### Source information

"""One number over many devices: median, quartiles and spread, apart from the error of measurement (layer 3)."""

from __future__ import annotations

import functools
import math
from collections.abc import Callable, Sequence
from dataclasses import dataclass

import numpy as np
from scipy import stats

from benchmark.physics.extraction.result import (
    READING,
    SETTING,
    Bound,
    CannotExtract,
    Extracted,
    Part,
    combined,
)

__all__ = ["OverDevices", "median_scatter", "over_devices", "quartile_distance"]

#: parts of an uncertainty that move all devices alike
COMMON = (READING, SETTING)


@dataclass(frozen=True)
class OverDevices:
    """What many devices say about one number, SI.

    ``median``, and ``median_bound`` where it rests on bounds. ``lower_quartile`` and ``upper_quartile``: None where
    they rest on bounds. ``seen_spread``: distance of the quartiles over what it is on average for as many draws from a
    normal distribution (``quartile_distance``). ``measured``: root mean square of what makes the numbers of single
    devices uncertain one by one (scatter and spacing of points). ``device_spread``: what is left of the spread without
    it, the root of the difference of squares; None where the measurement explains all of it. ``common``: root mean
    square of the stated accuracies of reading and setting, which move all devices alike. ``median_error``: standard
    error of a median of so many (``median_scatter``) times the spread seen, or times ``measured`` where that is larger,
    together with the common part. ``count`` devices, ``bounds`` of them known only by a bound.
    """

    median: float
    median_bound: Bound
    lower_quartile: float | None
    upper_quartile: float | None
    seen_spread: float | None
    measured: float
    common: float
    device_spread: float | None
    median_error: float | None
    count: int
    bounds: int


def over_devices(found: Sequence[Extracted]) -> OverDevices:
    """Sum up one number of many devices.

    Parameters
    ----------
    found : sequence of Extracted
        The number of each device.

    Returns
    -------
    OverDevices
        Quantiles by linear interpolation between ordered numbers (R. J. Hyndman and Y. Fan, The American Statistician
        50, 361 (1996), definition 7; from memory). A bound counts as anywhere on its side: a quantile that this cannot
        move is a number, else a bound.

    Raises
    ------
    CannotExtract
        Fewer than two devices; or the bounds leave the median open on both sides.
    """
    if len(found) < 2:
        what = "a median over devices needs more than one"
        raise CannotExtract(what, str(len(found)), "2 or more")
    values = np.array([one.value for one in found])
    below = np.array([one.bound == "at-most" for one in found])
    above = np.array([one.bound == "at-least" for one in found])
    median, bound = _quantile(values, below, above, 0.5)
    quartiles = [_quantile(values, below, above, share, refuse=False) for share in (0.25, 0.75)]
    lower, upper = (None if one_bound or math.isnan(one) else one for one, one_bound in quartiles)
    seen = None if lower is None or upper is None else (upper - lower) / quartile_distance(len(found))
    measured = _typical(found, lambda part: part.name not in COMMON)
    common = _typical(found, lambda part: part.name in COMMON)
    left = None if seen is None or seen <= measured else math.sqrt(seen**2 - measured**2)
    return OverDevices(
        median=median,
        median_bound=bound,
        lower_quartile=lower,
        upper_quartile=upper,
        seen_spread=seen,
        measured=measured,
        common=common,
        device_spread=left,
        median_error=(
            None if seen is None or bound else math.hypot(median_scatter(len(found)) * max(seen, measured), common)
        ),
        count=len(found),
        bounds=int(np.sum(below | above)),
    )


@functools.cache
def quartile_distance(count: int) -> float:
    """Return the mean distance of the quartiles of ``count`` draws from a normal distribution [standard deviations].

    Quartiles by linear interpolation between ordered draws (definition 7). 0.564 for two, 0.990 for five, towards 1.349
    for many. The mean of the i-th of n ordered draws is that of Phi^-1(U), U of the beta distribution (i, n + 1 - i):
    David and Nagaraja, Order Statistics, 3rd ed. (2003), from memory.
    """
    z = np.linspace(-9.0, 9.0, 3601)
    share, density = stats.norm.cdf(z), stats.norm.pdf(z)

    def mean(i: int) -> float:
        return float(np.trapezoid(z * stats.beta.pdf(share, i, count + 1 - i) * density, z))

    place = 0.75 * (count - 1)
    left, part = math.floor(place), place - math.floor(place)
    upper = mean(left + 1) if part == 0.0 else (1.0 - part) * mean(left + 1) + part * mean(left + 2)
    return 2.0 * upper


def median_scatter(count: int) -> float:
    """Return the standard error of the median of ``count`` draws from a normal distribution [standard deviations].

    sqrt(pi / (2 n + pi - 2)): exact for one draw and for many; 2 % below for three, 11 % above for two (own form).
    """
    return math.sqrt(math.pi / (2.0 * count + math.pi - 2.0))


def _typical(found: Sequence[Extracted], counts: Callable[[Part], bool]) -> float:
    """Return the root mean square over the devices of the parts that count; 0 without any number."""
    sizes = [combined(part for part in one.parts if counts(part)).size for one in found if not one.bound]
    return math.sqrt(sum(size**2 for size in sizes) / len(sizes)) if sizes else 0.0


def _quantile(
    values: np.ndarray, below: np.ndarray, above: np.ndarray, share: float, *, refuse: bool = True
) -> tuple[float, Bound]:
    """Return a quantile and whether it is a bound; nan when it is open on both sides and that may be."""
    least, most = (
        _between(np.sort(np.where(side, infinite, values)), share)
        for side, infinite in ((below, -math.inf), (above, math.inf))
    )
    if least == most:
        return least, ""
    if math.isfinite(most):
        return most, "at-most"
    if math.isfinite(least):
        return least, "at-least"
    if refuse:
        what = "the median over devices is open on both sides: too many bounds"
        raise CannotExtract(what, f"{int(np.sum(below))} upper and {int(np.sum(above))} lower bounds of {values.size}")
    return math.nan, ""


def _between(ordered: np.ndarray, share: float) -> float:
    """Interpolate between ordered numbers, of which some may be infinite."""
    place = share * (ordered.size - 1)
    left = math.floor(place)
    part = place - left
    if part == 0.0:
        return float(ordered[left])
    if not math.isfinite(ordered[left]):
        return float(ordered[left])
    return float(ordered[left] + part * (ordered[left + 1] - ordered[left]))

==

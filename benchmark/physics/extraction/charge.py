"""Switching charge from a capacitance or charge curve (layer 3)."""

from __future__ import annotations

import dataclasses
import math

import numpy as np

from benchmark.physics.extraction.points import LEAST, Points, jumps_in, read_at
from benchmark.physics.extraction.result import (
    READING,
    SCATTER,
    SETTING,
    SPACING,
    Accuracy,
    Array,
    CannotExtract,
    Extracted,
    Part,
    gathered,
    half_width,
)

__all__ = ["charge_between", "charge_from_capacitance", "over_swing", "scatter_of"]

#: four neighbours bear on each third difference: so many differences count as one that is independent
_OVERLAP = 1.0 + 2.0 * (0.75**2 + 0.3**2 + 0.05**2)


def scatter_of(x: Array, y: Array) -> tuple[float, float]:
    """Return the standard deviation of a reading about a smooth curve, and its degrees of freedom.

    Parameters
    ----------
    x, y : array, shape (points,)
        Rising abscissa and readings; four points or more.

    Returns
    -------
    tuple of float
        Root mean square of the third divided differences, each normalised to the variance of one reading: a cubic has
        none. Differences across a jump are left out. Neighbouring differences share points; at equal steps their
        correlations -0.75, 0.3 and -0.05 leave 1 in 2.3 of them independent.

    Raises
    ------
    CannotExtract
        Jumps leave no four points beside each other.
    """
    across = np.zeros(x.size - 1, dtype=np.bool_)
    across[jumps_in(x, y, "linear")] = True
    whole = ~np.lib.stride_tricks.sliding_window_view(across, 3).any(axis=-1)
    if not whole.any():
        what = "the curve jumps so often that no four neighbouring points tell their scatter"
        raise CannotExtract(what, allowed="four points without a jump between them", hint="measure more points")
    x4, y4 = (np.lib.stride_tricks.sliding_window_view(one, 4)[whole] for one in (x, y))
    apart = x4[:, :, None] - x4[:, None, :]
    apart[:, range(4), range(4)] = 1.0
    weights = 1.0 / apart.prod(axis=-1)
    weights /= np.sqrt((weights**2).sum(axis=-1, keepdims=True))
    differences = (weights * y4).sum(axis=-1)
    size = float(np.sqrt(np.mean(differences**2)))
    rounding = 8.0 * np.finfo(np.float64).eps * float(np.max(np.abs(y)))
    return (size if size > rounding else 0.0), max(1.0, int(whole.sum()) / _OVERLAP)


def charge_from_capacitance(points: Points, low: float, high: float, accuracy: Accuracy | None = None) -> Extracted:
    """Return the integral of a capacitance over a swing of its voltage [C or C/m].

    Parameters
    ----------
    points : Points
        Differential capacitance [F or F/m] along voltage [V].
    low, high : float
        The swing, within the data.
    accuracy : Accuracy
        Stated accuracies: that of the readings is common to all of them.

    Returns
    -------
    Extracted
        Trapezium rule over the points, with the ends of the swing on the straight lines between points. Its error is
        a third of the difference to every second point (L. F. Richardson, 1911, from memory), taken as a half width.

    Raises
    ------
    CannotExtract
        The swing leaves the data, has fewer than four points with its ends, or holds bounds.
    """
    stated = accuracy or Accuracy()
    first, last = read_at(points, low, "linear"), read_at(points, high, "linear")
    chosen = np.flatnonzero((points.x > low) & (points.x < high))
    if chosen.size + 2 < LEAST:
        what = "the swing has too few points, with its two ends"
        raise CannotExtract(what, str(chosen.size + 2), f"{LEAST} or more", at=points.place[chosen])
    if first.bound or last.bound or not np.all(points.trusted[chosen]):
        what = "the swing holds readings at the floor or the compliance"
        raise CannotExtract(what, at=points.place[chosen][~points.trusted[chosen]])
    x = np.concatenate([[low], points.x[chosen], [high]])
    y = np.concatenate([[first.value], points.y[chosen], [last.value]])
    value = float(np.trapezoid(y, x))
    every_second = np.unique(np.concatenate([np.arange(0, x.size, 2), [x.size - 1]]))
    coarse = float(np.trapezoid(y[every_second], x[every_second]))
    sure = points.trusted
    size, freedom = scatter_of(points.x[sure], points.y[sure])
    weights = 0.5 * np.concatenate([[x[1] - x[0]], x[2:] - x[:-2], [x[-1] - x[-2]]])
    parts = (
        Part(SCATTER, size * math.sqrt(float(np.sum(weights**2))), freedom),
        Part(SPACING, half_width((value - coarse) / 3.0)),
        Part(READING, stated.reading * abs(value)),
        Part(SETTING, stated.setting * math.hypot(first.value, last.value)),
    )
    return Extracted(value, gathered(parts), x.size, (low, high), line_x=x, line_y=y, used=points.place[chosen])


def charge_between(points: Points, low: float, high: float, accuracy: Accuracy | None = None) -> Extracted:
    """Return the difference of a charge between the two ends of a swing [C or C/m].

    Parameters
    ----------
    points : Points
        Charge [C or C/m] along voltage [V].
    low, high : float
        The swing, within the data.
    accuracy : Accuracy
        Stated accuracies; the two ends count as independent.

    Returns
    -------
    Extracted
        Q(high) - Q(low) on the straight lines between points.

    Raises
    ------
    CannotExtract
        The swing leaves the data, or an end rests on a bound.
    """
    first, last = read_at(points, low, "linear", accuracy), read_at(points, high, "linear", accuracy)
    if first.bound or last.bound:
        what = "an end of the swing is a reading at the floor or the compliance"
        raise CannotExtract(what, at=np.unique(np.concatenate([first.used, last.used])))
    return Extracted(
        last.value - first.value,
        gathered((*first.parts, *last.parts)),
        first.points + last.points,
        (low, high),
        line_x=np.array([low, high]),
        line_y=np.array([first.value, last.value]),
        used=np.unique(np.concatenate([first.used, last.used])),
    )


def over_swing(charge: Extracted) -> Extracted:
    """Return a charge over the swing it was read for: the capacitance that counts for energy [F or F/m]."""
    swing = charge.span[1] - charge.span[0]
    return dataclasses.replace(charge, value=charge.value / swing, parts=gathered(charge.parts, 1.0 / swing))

### Exercise description
Of the entries above, repeat exactly the lines between the line with "COMMON = (READING, SETTING)" and the line with "where it rests", inclusive, and no others.

### The answer
COMMON = (READING, SETTING)


@dataclass(frozen=True)
class OverDevices:
    """What many devices say about one number, SI.

    ``median``, and ``median_bound`` where it rests on bounds. ``lower_quartile`` and ``upper_quartile``: None where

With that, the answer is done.